她得把这份明白死死按在心底,一个字都不能漏。
次日一早,何雨注便去了单位。
老赵见他全须全尾地回来,重重拍了他肩膀两下,咧开的嘴角压不住笑意。
这趟差事的凶险,彼此心照不宣。
何雨注又拨了个电话。
线路那头的老方,反应有些异样。
“什么时候抵京的?怎么没个信儿?”
“昨天。
没走铁道。”
“怪不得……广东那边一点动静都没有。”
“走了水路。
有问题?”
“没,没事,随口一问。”
老方的声音顿了顿,透着一股匆忙,“回来了就踏实待着。
之前谈妥的那些,不用你跟了,南边会有人接手。”
“明白。”
“我这儿忙,先挂了。”
听筒里传来忙音。
何雨注放下电话,心想,忙才是常态,哪天清闲了反倒吓人。
他并不知道,关于那艘庞然“雪茄”
的消息,早已惊动了更高层。
若非顾虑重重,只怕早就有人亲自跑去一睹真容。
第一批接到调令的研究人员已在路上,甚至从西北荒漠紧急召回了一些专家。
老方也即将动身,目的地是那个胶东半岛的海滨城市。
为了藏匿那件庞然大物,当地几乎调动了所有能动的炮艇,将它拖拽至一处荒僻的、连渔船都绝迹的海湾。
整个区域已被划为绝对 ,沿岸设立了哨卡。
一个半埋入地下的船坞正在紧张开挖,整整一个团的工程兵连同各类技术骨干日夜赶工。
丢失了如此重要之物的另一方,并非没有疑心。
他们的船只查遍了粤闽沿海大小港口,近岸处自然一无所获,但高倍望远镜仍不死心地扫视着远海每一片波浪。
后来,甚至调来了一艘体量惊人的母船,派出大量飞机进行拉网式搜索。
海天之间,只有鸥鸟与浪涛回应着这份徒劳的焦灼。
南面的岛屿与东边那片地界也被翻了个底朝天——自然不是他们亲自动手,而是借了白鹰的力。
这番动静到底搅起了波澜:往北边走的货船最先遭了殃,南边海面上秃头那伙人觉得受了牵连,没少使绊子。
另有几国嗅出这边缺粮的风声,当即禁了叶国、袋鼠国等往香江转运粮食的通道。
里头与香江那头为了撕开这道口子,什么法子都试遍了。
何雨注的日子又沉回原先的节奏里。
院里鸡零狗碎的事儿没断过,可谁都不敢往他跟前凑。
不凑近他,却不代表没人缠上他家里别的——小满就被秦淮如拦过两回,那女人扯着苦处说个没完,要不是何雨水撞见,东西真就给出去了。

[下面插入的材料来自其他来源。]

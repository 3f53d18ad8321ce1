#include <algorithm>
#include <bathwright/activity/debye_huckel_slope.hpp>
#include <bathwright/base/nearest.hpp>
#include <bathwright/data/tables.hpp>
#include <bathwright/speciation/equilibria.hpp>
#include <bathwright/speciation/reaction.hpp>
#include <cassert>
#include <cmath>
#include <numbers>
#include <optional>
#include <set>

#include "temperature_data.hpp"

namespace bathwright::speciation {
namespace {

std::string without_phase(std::string name) {
  for (const char* phase : {"(s)", "(g)"})
    if (name.ends_with(phase)) name.resize(name.size() - 3);
  return name;
}

/// Carries a constant measured at an ionic strength to zero: log K(0) = log K(I) + sum nu log gamma(I), with
/// Davies' log gamma, which depends on z^2 alone. Sound to about 0.5 mol/kg; the rest is in the uncertainty.
void carry_to_zero(Constant& constant, const Reaction& reaction, double I) {
  double z2 = 0;
  for (const Term& term : reaction.right)
    z2 += term.coefficient * std::pow(activity::charge_in_name(term.name), 2);
  for (const Term& term : reaction.left)
    z2 -= term.coefficient * std::pow(activity::charge_in_name(term.name), 2);
  const double i = std::min(I, 1.0), s = std::sqrt(i);
  const double slope_log10 = 3 * activity::osmotic_slope({25}) / std::numbers::ln10;
  constant.log10_K += -slope_log10 * (s / (1 + s) - 0.3 * i) * z2;
  constant.uncertainty = std::hypot(constant.uncertainty, I <= 0.5 ? 0.1 : I <= 1 ? 0.3 : 0.6);
}

/// "dH estimated", "dH approximate" in a note.
bool calls_dH_rough(std::string_view note) {
  return note.find("dH est") != std::string_view::npos || note.find("dH appr") != std::string_view::npos;
}

/// A reaction that does not read is left to resolve(), which says so.
Constant constant_in(const data::CsvRow& row, const std::string& name, const TemperatureData& temperature) {
  const double dH = row.number("dH_kJ_mol"), dCp = row.number("dCp_J_molK");
  Constant constant{row.number("log10_K"), std::isnan(dH) ? 0 : dH, std::isnan(dCp) ? 0 : dCp,
                    row.number("uncertainty"), !std::isnan(dH)};
  if (const auto reaction = parse_reaction(row["reaction"], row.where()))
    temperature.complete(constant, name, row["set"].empty() ? "main" : std::string(row["set"]),
                         !std::isnan(dCp), calls_dH_rough(row["note"]), *reaction);
  return constant;
}

struct Builder {
  std::vector<std::string> ions;
  std::vector<StatedSpecies> species;
  std::vector<StatedSolid> solids, gases;
};

/// The sets of constants and parameters that a choice loads. With interaction the hydrated sulfates take the
/// constants that were derived with the parameters, hydrogensulfate that of the temperature tables.
std::set<std::string_view> sets_in_use(activity::Convention convention, activity::ZincSet zinc) {
  std::set<std::string_view> sets{"main"};
  if (convention == activity::Convention::association) return sets;
  sets.insert({"estimates", "A", "B", "warm", "sulfate T", "chloride T"});
  if (zinc == activity::ZincSet::chloride) sets.insert("zinc chloride");
  if (zinc == activity::ZincSet::alkaline) sets.insert("zincate");
  return sets;
}
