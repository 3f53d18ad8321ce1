// bathwright analyse TANK READINGS: readings to concentrations with their uncertainty.
#include <CLI/CLI.hpp>
#include <bathwright/sheets/analysis_sheet.hpp>

#include "context.hpp"
#include "shared_options.hpp"
#include "work/documents.hpp"
#include "work/tank_state.hpp"

namespace bathwright::command {
namespace {

int run(const Context& context, const std::string& tank_path, const std::string& readings_path) {
  const auto shop = open_shop(context, tank_path);
  if (!shop) return fail(context, shop.problems());
  const auto analysed = analyse(context, *shop, readings_path);
  if (!analysed) return fail(context, analysed.problems());
  const analysis::Analysis& analysis = analysed->analysis;
  Json doc = analysis_document(shop->tank, shop->chemistry, analysis);
  const sheets::Units units(context.units);
  std::optional<double> water_kg_per_L;
  if (units.needs_water())
    if (const auto view = shop->chemistry.quick_view(analysis.state))
      water_kg_per_L = sheets::water_kg_per_L(*view);
  sheets::Lines lines = sheets::analysis_sheet(shop->tank, shop->type(), analysis, units, water_kg_per_L);
  if (!context.log_file.empty()) {
    const auto entry = entry_computed(*shop, readings_path, logbook::EntryKind::analysis, doc);
    if (!entry) return fail(context, entry.problems());
    const auto logged = append_to_log(context, *entry);
    if (!logged) return fail(context, logged.problems());
    doc["logged_as"] = logged->entry.seq;
    sheets::say(lines, words(*logged));
  }
  if (context.json)
    print(doc);
  else
    print(lines);
  const bool in_window = all_in_window(sheets::judge(shop->tank, shop->type(), analysis));
  return in_window && analysis.suspects.empty() ? Exit::all_well : Exit::finding;
}

}  // namespace

void add_analyse(CLI::App& program, Context& context, Action& action) {
  auto* verb =
      program.add_subcommand("analyse", "readings to concentrations with their uncertainty")->fallthrough();
  add_tank_and_readings(*verb, context, action, run);
  add_signature(*verb, context);
  add_units(*verb, context);
  verb->footer(
      "Example: bathwright analyse baths/n-07.toml baths/readings/n-07-morning.toml --log shift-log.sqlite\n"
      "With --log the analysis is logged.\n");
}

}  // namespace bathwright::command
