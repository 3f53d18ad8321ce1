#include "answer.hpp"

#include <array>
#include <cmath>
#include <limits>
#include <numbers>

#include "elimination.hpp"
#include "verify.hpp"

namespace bathwright::speciation {
namespace {

constexpr double lowest_ln_molality = -700;

/// Whether the Gibbs energy curves upward in every direction at the answer: 1 + sqrt(M) H sqrt(M) positive
/// definite over the kinds of solute that are not traces. Where it does not, the model has left its range and
/// may have other solutions.
/// `w.derivative` is that of the coefficients there.
bool curves_upward(Workspace& w, const SpeciesVector& in_kind) {
  const std::size_t kinds = w.kinds();
  SpeciesVector charge = SpeciesVector::Zero(static_cast<Index>(kinds));
  for (Index j = 0; j < w.count(); ++j) charge(w.kind[static_cast<std::size_t>(j)]) = w.charge(j);
  std::array<std::size_t, activity::max_solutes> abundant;
  std::size_t size = 0;
  for (std::size_t k = 0; k < kinds; ++k)
    if (in_kind(static_cast<Index>(k)) > 1e-6 * in_kind.sum()) abundant[size++] = k;
  // A steep wall across the charged direction, in which single-ion coefficients are a convention and may
  // curve downward.
  double steepest = 0, charged = 0;
  const auto root = [&](std::size_t r) { return std::sqrt(in_kind(static_cast<Index>(abundant[r]))); };
  const auto z = [&](std::size_t r) { return charge(static_cast<Index>(abundant[r])); };
  double* curvature = w.elimination.data();
  const std::size_t stride = padded(size);
  for (std::size_t r = 0; r < size; ++r) {
    charged += z(r) * z(r) * root(r) * root(r);
    for (std::size_t c = 0; c <= r; ++c) {
      const double both =
          w.derivative[abundant[r] * kinds + abundant[c]] + w.derivative[abundant[c] * kinds + abundant[r]];
      curvature[r * stride + c] = (r == c ? 1 : 0) + root(r) * root(c) * both / 2;
      steepest = std::max(steepest, std::abs(curvature[r * stride + c]));
    }
  }
  const double wall = charged > 0 ? 1e4 * (1 + steepest) / charged : 0;
  for (std::size_t r = 0; r < size; ++r)
    for (std::size_t c = 0; c <= r; ++c) curvature[r * stride + c] += wall * z(r) * root(r) * z(c) * root(c);
  std::array<double, activity::max_solutes> unused{};
  return solve_positive_definite(curvature, unused.data(), size, stride);
}

}  // namespace

void read_answer(Workspace& w, const Solver& solver, const Constants& ln_K, const Task& task,
                 Equilibrium& answer) {
  const ChemicalSystem& system = solver.system();
  const std::size_t count = system.species().size();
  answer.molality.assign(count, 0);
  answer.ln_gamma.assign(count, 0);
  answer.ln_activity.assign(count, -std::numeric_limits<double>::infinity());
  SpeciesVector m = w.ln_m, in_kind;
  // What a double cannot hold is none of it.
  m = (m.array() < lowest_ln_molality).select(0, m.array().exp());
  w.sum_kinds(m, in_kind);
  for (std::size_t j = 0; j < w.species.size(); ++j) answer.molality[w.species[j]] = m(static_cast<Index>(j));
  // One last look at the coefficients, so that what is printed belongs together to the last digit.
  SpeciesVector ln_gamma(static_cast<Index>(w.kinds()));
  answer.ln_water_activity =
      w.model().evaluate_kinds({in_kind.data(), w.kinds()}, {ln_gamma.data(), w.kinds()}, w.derivative);
  for (std::size_t j = 0; j < count; ++j) answer.ln_gamma[j] = ln_gamma(w.model().kind_of()[j]);
  for (std::size_t j = 0; j < w.species.size(); ++j)
    answer.ln_activity[w.species[j]] = w.ln_m(static_cast<Index>(j)) + answer.ln_gamma[w.species[j]];
  answer.water_kg = w.water_kg;
  answer.ionic_strength = 0;
  double sum = 0;
  for (std::size_t j = 0; j < count; ++j) {
    sum += answer.molality[j];
    answer.ionic_strength +=
        0.5 * answer.molality[j] * system.species()[j].charge * system.species()[j].charge;
  }
  answer.osmotic_coefficient = sum > 0 ? -answer.ln_water_activity / (activity::water_kg_per_mol * sum) : 1;

  const auto ln_product = [&](const SystemSpecies& phase) {
    double product = phase.water * answer.ln_water_activity;
    for (std::size_t i = 0; i < system.components().size(); ++i)
      if (phase.made_of[i] != 0) product += phase.made_of[i] * answer.ln_activity[i];
    return product;
  };
  answer.saturation_index.clear();
  answer.gas_bar.clear();
  for (std::size_t k = 0; k < system.solids().size(); ++k)
    answer.saturation_index.push_back((ln_product(system.solids()[k]) - ln_K.solids[k]) / std::numbers::ln10);
  for (std::size_t g = 0; g < system.gases().size(); ++g)
    answer.gas_bar.push_back(std::exp(ln_product(system.gases()[g]) - ln_K.gases[g]));
  answer.solid_mol.assign(system.solids().size(), 0);
  answer.gas_mol.assign(task.gases.size(), 0);
  answer.held_ph_mol = 0;
  for (const Phase& phase : w.phases) {
    if (!phase.active) continue;
    switch (phase.kind) {
      case Phase::Kind::precipitate:
      case Phase::Kind::excess:
        answer.solid_mol[phase.index] = phase.mol;
        break;
      case Phase::Kind::gas:
        for (std::size_t g = 0; g < task.gases.size(); ++g)
          if (task.gases[g].gas == phase.index) answer.gas_mol[g] = -phase.mol;
        break;
      case Phase::Kind::ph:
        answer.held_ph_mol = -phase.mol;
        break;
    }
  }
  answer.stable = curves_upward(w, in_kind);
  answer.residuals = verify(solver, ln_K, task, answer);
}

}  // namespace bathwright::speciation
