// Figures put into the text of a policy file, which stays a person's: comments, order and everything else are
// kept.
#pragma once

#include <string>
#include <vector>

namespace bathwright::command {

/// key = value of a table, the value as TOML writes it: "\"1.34 mL/dm2\"". With `entry`, the key's value is a
/// table itself, [table.key] or key = { ... }, and `entry` is what is set in it.
struct PolicyFigure {
  std::string table, key, value, entry = {};
};

/// `text` with each figure in place of what stood there; where nothing did, below the table's heading, or in
/// a table at the end. A table written in another way than under a [heading] of its own is not found: read
/// the text again and compare.
[[nodiscard]] std::string with_figures(const std::string& text, const std::vector<PolicyFigure>& figures);

/// Whether the text sets the figure's entry.
[[nodiscard]] bool has_figure(const std::string& text, const PolicyFigure& figure);

/// `text` without any [[name]].
[[nodiscard]] std::string without_tables(const std::string& text, const std::string& name);

}  // namespace bathwright::command
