#include <algorithm>
#include <bathwright/activity/model.hpp>
#include <bathwright/base/nearest.hpp>
#include <bathwright/speciation/system.hpp>

namespace bathwright::speciation {
namespace {

template <class Rows>
std::optional<std::size_t> position(const Rows& rows, std::string_view name) {
  const auto found =
      std::find_if(rows.begin(), rows.end(), [&](const auto& row) { return row.name == name; });
  if (found == rows.end()) return std::nullopt;
  return static_cast<std::size_t>(found - rows.begin());
}

}  // namespace

Result<ChemicalSystem> ChemicalSystem::make(const Equilibria& equilibria,
                                            const std::vector<std::string>& components) {
  ChemicalSystem system;
  system.convention_ = equilibria.convention();
  system.zinc_ = equilibria.zinc_set();
  system.interactions_ = equilibria.interactions();
  system.components_.emplace_back("H^+");
  for (const std::string& name : components) {
    const auto& basis = equilibria.basis();
    if (std::find(basis.begin(), basis.end(), name) == basis.end()) {
      const auto close = nearest(name, basis);
      return Problem{Fault::bad_input, name, "is not a component the engine knows", "a basis species",
                     close ? "Did you mean " + *close + "?" : ""};
    }
    if (!system.component(name)) system.components_.push_back(name);
  }
  if (system.components_.size() > static_cast<std::size_t>(max_components))
    return Problem{Fault::out_of_range, "", std::to_string(system.components_.size()) + " components",
                   "at most " + std::to_string(max_components), "Leave out what is not in the tank."};
  const auto dense = [&](const Composition& made_of) -> std::optional<std::vector<double>> {
    std::vector<double> row(system.components_.size(), 0.0);
    for (const auto& [name, count] : made_of) {
      const auto at = system.component(name);
      if (!at) return std::nullopt;
      row[*at] = count;
    }
    return row;
  };
  for (const std::string& name : system.components_)
    system.species_.push_back({name, activity::charge_in_name(name), *dense({{name, 1}}), 0, {}, {}});
  for (const auto& [name, data] : equilibria.species()) {
    if (system.component(name)) continue;
    if (auto row = dense(data.made_of))
      system.species_.push_back(
          {name, activity::charge_in_name(name), *std::move(row), data.water, data.formation, data.sources});
  }
  if (system.species_.size() > activity::max_solutes)
    return Problem{Fault::out_of_range, "", std::to_string(system.species_.size()) + " dissolved species",
                   "at most " + std::to_string(activity::max_solutes),
                   "Leave out components that do not matter."};
  for (const SolidData& solid : equilibria.solids())
    if (auto row = dense(solid.gives))
      system.solids_.push_back(
          {{solid.name, 0, *std::move(row), solid.water, solid.dissolution, solid.sources},
           solid.formula,
           solid.min_C,
           solid.max_C,
           solid.slow,
           solid.note});
  for (const GasData& gas : equilibria.gases())
    if (auto row = dense(gas.gives))
      system.gases_.push_back({gas.name, 0, *std::move(row), gas.water, gas.dissolution, gas.sources});
  return system;
}

std::optional<std::size_t> ChemicalSystem::component(std::string_view name) const {
  const auto found = std::find(components_.begin(), components_.end(), name);
  if (found == components_.end()) return std::nullopt;
  return static_cast<std::size_t>(found - components_.begin());
}
std::optional<std::size_t> ChemicalSystem::species_index(std::string_view name) const {
  return position(species_, name);
}
std::optional<std::size_t> ChemicalSystem::solid(std::string_view name) const {
  return position(solids_, name);
}
std::optional<std::size_t> ChemicalSystem::gas(std::string_view name) const { return position(gases_, name); }

}  // namespace bathwright::speciation
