// bathwright tank TANK: the state of a tank.
#include <CLI/CLI.hpp>
#include <bathwright/bath/uncertainty.hpp>
#include <bathwright/sheets/tank_sheet.hpp>

#include "context.hpp"
#include "shared_options.hpp"
#include "work/documents.hpp"
#include "work/tank_state.hpp"

namespace bathwright::command {
namespace {

Json json_of(const Shop& shop, const bath::TankView& view, const sheets::StateRead& read) {
  std::vector<std::string> warnings = read.changed_since;
  warnings.insert(warnings.end(), view.warnings.begin(), view.warnings.end());
  Json doc = document(warnings);
  doc["tank"] = shop.tank.name;
  doc["bath_type"] = shop.tank.bath_type;
  doc["state_from"] = read.from;
  doc["read"] = {{"temperature_C", read.temperature.v}, {"pH", read.pH}};
  doc["temperature_C"] = shop.tank.temperature.v;
  doc["idle_temperature_C"] = shop.tank.idle_temperature.v;
  doc["volume_L"] = view.volume_L;
  doc["density_kg_per_L"] = view.density_kg_per_L;
  doc["pH"] = view.pH;
  doc["pH_standard_uncertainty"] = or_null(view.u_pH);
  doc["ionic_strength"] = view.ionic_strength;
  doc["water_activity"] = view.water_activity;
  doc["model"] = view.model;
  doc["valid"] = view.valid;
  doc["missing_interactions"] = view.missing;
  doc["concentrations"] = concentrations(shop.type(), view);
  doc["levels"] = level_list(sheets::judge(shop.tank, shop.type(), view.quantity_g_per_L, read.pH));
  doc["species"] = Json::array();
  for (const auto& s : view.species)
    doc["species"].push_back({{"name", s.name},
                              {"molality", s.molality},
                              {"gamma", s.gamma},
                              {"log10_activity", s.log10_activity},
                              {"log10_activity_standard_uncertainty", or_null(s.u_log10_activity)}});
  doc["headroom"] = Json::array();
  for (const auto& h : view.headroom)
    doc["headroom"].push_back({{"solid", h.solid},
                               {"slow", h.slow},
                               {"working_log10", h.covers_working ? Json(h.working_log10) : Json(nullptr)},
                               {"idle_log10", h.covers_idle ? Json(h.idle_log10) : Json(nullptr)},
                               {"working_log10_standard_uncertainty", or_null(h.u_working_log10)},
                               {"idle_log10_standard_uncertainty", or_null(h.u_idle_log10)},
                               {"working_kg", h.working_kg},
                               {"idle_kg", h.idle_kg},
                               {"working_kg_standard_uncertainty", or_null(h.u_working_kg)},
                               {"idle_kg_standard_uncertainty", or_null(h.u_idle_kg)},
                               {"forms_above_pH", h.forms_above_pH},
                               {"forms_above_pH_standard_uncertainty", or_null(h.u_forms_above_pH)}});
  doc["gases"] = Json::array();
  for (const auto& gas : view.gases)
    doc["gases"].push_back({{"name", gas.name}, {"partial_pressure_bar", gas.bar}});
  doc["indicators"] = Json::array();
  for (const auto& i : view.indicators)
    doc["indicators"].push_back(
        {{"id", i.id},
         {"value", i.value ? Json(*i.value) : Json(nullptr)},
         {"unit", i.unit},
         {"state", i.value ? sheets::words(sheets::standing(shop.type(), i.id, *i.value)) : ""},
         {"meaning", i.meaning},
         {"note", i.note}});
  doc["cautions"] = Json::array();
  for (const auto& caution : shop.type().cautions) doc["cautions"].push_back(caution.text);
  return doc;
}

int run(const Context& context, const std::string& tank_path, const std::string& readings_path) {
  const auto shop = open_shop(context, tank_path);
  if (!shop) return fail(context, shop.problems());
  const auto start = starting_state(context, *shop, readings_path);
  if (!start) return fail(context, start.problems());
  const auto view = bath::view_with_uncertainty(shop->chemistry, start->state);
  if (!view) return fail(context, view.problems());
  if (context.json)
    print(json_of(*shop, *view, start->read));
  else
    print(sheets::tank_sheet(shop->tank, shop->type(), *view, start->read, sheets::Units(context.units)));
  const bool in_window =
      all_in_window(sheets::judge(shop->tank, shop->type(), view->quantity_g_per_L, start->read.pH));
  return in_window && start->read.changed_since.empty() &&
                 sheets::crystallising(shop->tank, view->headroom).empty()
             ? Exit::all_well
             : Exit::finding;
}

}  // namespace

void add_tank(CLI::App& program, Context& context, Action& action) {
  auto* verb = program.add_subcommand("tank", "state of a tank: levels, free ions, headroom of each solid");
  verb->fallthrough();
  auto tank = std::make_shared<std::string>();
  auto readings = std::make_shared<std::string>();
  verb->add_option("TANK", *tank, "the tank, TOML")->required()->check(CLI::ExistingFile);
  verb->add_option("--readings", *readings, "today's readings; else the book in --log, else the tank's aims")
      ->check(CLI::ExistingFile);
  add_units(*verb, context);
  verb->footer("Example: bathwright tank baths/n-07.toml --readings baths/readings/n-07-morning.toml\n");
  verb->callback([&context, &action, tank, readings] {
    action = [&context, tank, readings] { return run(context, *tank, *readings); };
  });
}

}  // namespace bathwright::command
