// What every verb needs: the options that stand for all of them, how an answer is printed, how a run ends.
#pragma once

#include <bathwright/sheets/shown_units.hpp>
#include <bathwright/sheets/text.hpp>
#include <functional>

#include "work/documents.hpp"
#include "work/session.hpp"

namespace CLI {
class App;
}

namespace bathwright::command {

using namespace work;  // what the verbs put into words and options

/// The exit status of the program.
enum Exit : int {
  all_well = 0,
  finding = 1,     ///< out of a window, a limit met, a log that does not verify
  bad_input = 2,   ///< a file or option that cannot be used as it stands
  unfinished = 3,  ///< no convergence, a log or file that could not be used
};

struct Context : work::Session {
  bool json = false;
  sheets::UnitNames units;  ///< of what is printed for people
  std::string pin_file;     ///< empty: PINs are asked for at the terminal
};

void print(const sheets::Lines& lines);
void print(const Json& document);

/// Problems to standard error, one a line; with --json also as a document. Returns the exit status.
int fail(const Context& context, const Problems& problems);

/// Each adds its verb; `action` is set to what runs when the verb was given.
using Action = std::function<int()>;
void add_analyse(CLI::App& program, Context& context, Action& action);
void add_dose(CLI::App& program, Context& context, Action& action);
void add_fit(CLI::App& program, Context& context, Action& action);
void add_forecast(CLI::App& program, Context& context, Action& action);
void add_learn(CLI::App& program, Context& context, Action& action);
void add_log(CLI::App& program, Context& context, Action& action);
void add_path(CLI::App& program, Context& context, Action& action);
void add_plant(CLI::App& program, Context& context, Action& action);
void add_plugins(CLI::App& program, Context& context, Action& action);
void add_solution(CLI::App& program, Context& context, Action& action);
void add_sources(CLI::App& program, Context& context, Action& action);
void add_tank(CLI::App& program, Context& context, Action& action);
void add_trends(CLI::App& program, Context& context, Action& action);

}  // namespace bathwright::command
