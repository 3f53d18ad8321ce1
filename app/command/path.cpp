// bathwright path TANK --add ...: free ions, pH and headroom along an addition.
#include <CLI/CLI.hpp>
#include <bathwright/sheets/path_sheet.hpp>
#include <bathwright/units/read.hpp>

#include "context.hpp"
#include "shared_options.hpp"
#include "work/documents.hpp"
#include "work/tank_state.hpp"
#include "work/wanted.hpp"

namespace bathwright::command {
namespace {

struct Portion {
  sheets::PathAddition addition;
  dosing::Wanted wanted;
  bath::Brings brings;
};

bool is_amount(const std::string& text) { return units::read_mass(text, "") || units::read_volume(text, ""); }

/// "12 kg nickel-sulfate" or "2 L sulfuric-acid", of a chemical on the tank's shelf or in the catalogue.
Result<Portion> read_portion(const std::string& text, const Shop& shop) {
  const std::string where = "--add \"" + text + "\"", example = "\"12 kg nickel-sulfate\"";
  if (is_amount(text)) return Problem{Fault::bad_input, where, "the chemical is missing", example, ""};
  const std::size_t last_space = text.find_last_of(' ');
  if (last_space == std::string::npos)
    return Problem{Fault::bad_input, where, "the amount is missing", example, ""};
  const std::string amount = text.substr(0, last_space), id = text.substr(last_space + 1);
  auto read = read_wanted(shop, amount, id, where);
  if (!read) return read.problems();
  return Portion{{id, read->wanted.stock.name, read->amount, read->unit, amount}, read->wanted, {}};
}

/// The same additions as any other plan: what is refused is refused here too. What is left are the gases that
/// stop a step.
Result<std::vector<std::string>> check(const Shop& shop, const bath::TankState& start,
                                       const std::vector<Portion>& portions) {
  std::vector<dosing::Wanted> wanted;
  for (const Portion& portion : portions) wanted.push_back(portion.wanted);
  const auto sheet = dosing::check_plan(shop.tank, shop.chemistry, start, wanted);
  if (!sheet) return sheet.problems();
  if (!sheet->refused.empty()) return problems_of(sheet->refused, "--add");
  std::vector<std::string> findings;
  for (const dosing::Step& step : sheet->plans.front().steps)
    for (const dosing::Check& check : step.checks)
      if (check.interlock && !check.ok && check.stops)
        findings.push_back("with " + step.name + ", " + check.name + ": " + check.detail);
  return findings;
}

Result<std::vector<sheets::PathPoint>> walk(const Shop& shop, bath::TankState state,
                                            const std::vector<Portion>& portions, int steps) {
  std::vector<sheets::PathPoint> points;
  sheets::PathPoint here;
  const auto stop_here = [&]() -> Outcome {
    auto view = shop.chemistry.quick_view(state);
    if (!view) return view.problems();
    here.view = *std::move(view);
    points.push_back(here);
    return Done{};
  };
  if (Outcome ok = stop_here(); !ok) return ok.problems();
  for (std::size_t i = 0; i < portions.size(); ++i) {
    here.addition = i;
    const double step_kg = portions[i].wanted.kg / steps;
    for (int step = 1; step <= steps; ++step) {
      state = bath::Chemistry::after(std::move(state), portions[i].brings, step_kg);
      here.added = portions[i].addition.amount * step / steps;
      here.total_kg += step_kg;
      if (Outcome ok = stop_here(); !ok) return ok.problems();
    }
  }
  return points;
}

Json json_of(const Shop& shop, const std::vector<sheets::PathAddition>& additions,
             const std::vector<sheets::PathPoint>& points, const sheets::StateRead& start,
             const std::vector<std::string>& findings) {
  Json doc = document(start.changed_since);
  doc["tank"] = shop.tank.name;
  doc["state_from"] = start.from;
  doc["headroom_unit"] =
      "log10 of the distance from saturation at the working temperature, positive below it";
  doc["points"] = Json::array();
  for (const auto& point : points)
    doc["points"].push_back({{"added", point.total_kg},
                             {"chemical", point.addition ? additions[*point.addition].chemical : ""},
                             {"pH", point.view.pH},
                             {"log10_activity", log10_activities(point.view)},
                             {"free_molality", free_molalities(point.view)},
                             {"headroom", headroom_log10(point.view)},
                             {"concentrations", concentrations(shop.type(), point.view)},
                             {"volume_L", point.view.volume_L}});
  doc["findings"] = findings;
  return doc;
}

struct Options {
  std::string tank, readings;
  std::vector<std::string> additions;
  int steps = 10;
};

int run(const Context& context, const Options& options) {
  const auto shop = open_shop(context, options.tank);
  if (!shop) return fail(context, shop.problems());
  std::vector<Portion> portions;
  Problems problems;
  for (const std::string& text : options.additions) {
    auto portion = read_portion(text, *shop);
    if (portion)
      portions.push_back(*std::move(portion));
    else
      problems.insert(problems.end(), portion.problems().begin(), portion.problems().end());
  }
  if (!problems.empty()) return fail(context, problems);
  auto start = starting_state(context, *shop, options.readings);
  if (!start) return fail(context, start.problems());
  const auto gases = check(*shop, start->state, portions);
  if (!gases) return fail(context, gases.problems());
  for (Portion& portion : portions) {
    auto brings = shop->chemistry.brings(portion.wanted.stock);
    if (!brings) return fail(context, brings.problems());
    portion.brings = *std::move(brings);
  }
  const auto points = walk(*shop, start->state, portions, options.steps);
  if (!points) return fail(context, points.problems());
  std::vector<sheets::PathAddition> additions;
  for (const Portion& portion : portions) additions.push_back(portion.addition);
  const sheets::Units units(context.json ? sheets::UnitNames() : context.units);
  auto findings = sheets::path_findings(shop->tank, shop->type(), additions, *points, units);
  findings.insert(findings.begin(), gases->begin(), gases->end());
  if (context.json)
    print(json_of(*shop, additions, *points, start->read, findings));
  else
    print(sheets::path_sheet(shop->tank, additions, *points, start->read.changed_since, findings, units));
  return findings.empty() ? Exit::all_well : Exit::finding;
}

}  // namespace

void add_path(CLI::App& program, Context& context, Action& action) {
  auto* verb = program.add_subcommand("path", "free ions, pH and headroom along an addition")->fallthrough();
  auto options = std::make_shared<Options>();
  verb->add_option("TANK", options->tank, "the tank, TOML")->required()->check(CLI::ExistingFile);
  verb->add_option("--add", options->additions, "amount and chemical, once for each, in their order")
      ->required();
  verb->add_option("--steps", options->steps, "points for each addition")->check(CLI::Range(1, 1000));
  verb->add_option("--readings", options->readings, "start from these; else the last analysis, else the aims")
      ->check(CLI::ExistingFile);
  add_units(*verb, context);
  verb->footer(
      "Example: bathwright path baths/n-07.toml --add \"4 kg boric-acid\" --add \"12 kg nickel-sulfate\"\n");
  verb->callback(
      [&context, &action, options] { action = [&context, options] { return run(context, *options); }; });
}

}  // namespace bathwright::command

头一回是何雨水放学路上碰见的,第二回是院里玩耍的何雨垚跑来报的信。
贾张氏趴在窗后看得真切,恨得牙根发痒。
何大清那儿早叫人死了心。
他现在压根不带剩菜回来,天天两手空空,叫那些打主意的没处下手。
况且这老家伙也不是好惹的,厂里谁不知道去食堂 的哪个没被他收拾服帖。
贾东旭厚着脸皮找许大茂借过几回粮,许大茂是什么人?从小被贾东旭欺负大的,哪肯借给他。
结果这小子就被贾张氏传了闲话,闹得相了几回亲都没成,后来索性把贾东旭揍了一顿。
前院说要开大会让他去,许大茂根本不理。
那帮人肚子里什么算盘他清楚得很。
刘海忠和阎埠贵转头找上陈兰香,说是要开全院大会刹刹这股歪风。
陈兰香早从何雨水那儿听了前因后果,直接把两个老男人骂了回去——这年景谁家不缺粮?不借就坏人家名声,挨顿打都是轻的。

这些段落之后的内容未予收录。